_Problem to work on:_ Each line below containing the word "resetToken" needs to be shown.

[Saved data entries]
****

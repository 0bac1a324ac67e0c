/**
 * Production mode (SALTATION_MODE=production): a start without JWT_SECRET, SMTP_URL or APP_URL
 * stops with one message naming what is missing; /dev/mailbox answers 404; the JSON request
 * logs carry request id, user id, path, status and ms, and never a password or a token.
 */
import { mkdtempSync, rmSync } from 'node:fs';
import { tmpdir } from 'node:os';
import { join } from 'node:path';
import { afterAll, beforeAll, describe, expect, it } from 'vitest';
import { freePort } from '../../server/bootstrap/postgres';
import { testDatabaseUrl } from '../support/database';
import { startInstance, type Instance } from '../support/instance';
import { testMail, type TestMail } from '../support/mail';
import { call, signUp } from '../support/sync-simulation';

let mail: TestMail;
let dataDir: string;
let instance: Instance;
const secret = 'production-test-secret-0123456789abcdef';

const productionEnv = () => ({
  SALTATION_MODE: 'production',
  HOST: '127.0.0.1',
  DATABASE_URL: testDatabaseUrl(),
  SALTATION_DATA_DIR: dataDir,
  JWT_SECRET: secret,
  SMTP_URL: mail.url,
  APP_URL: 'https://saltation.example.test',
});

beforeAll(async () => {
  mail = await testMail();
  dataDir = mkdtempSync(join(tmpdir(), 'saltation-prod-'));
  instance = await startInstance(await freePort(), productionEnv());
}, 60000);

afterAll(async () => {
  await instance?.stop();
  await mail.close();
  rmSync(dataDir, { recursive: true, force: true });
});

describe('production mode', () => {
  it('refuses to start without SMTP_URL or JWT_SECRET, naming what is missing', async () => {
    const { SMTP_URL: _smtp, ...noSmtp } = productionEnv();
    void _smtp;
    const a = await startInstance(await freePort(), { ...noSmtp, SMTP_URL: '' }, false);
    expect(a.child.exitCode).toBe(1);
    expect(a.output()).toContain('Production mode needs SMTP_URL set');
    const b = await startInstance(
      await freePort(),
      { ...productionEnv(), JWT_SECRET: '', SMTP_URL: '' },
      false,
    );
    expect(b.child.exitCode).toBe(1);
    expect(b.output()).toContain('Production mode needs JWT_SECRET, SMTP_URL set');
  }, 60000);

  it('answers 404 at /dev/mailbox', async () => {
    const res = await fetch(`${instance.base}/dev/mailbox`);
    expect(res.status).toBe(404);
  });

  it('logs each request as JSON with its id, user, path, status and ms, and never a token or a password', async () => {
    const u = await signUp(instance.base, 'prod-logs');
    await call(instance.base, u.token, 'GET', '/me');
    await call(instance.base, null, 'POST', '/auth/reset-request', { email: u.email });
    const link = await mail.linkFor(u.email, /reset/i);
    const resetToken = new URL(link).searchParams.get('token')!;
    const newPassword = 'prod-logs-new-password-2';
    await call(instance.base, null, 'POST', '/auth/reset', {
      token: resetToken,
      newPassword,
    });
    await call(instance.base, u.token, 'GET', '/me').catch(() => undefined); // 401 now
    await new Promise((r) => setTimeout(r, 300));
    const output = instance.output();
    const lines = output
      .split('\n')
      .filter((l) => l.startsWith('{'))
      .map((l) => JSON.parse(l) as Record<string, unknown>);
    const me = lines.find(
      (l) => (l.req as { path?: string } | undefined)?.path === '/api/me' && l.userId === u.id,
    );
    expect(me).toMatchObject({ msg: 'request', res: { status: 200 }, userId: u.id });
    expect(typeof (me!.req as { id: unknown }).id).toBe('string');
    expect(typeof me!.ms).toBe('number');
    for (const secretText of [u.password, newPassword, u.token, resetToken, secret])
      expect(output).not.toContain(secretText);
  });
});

****

_Result for this task:_
    const resetToken = new URL(link).searchParams.get('token')!;
      token: resetToken,
    for (const secretText of [u.password, newPassword, u.token, resetToken, secret])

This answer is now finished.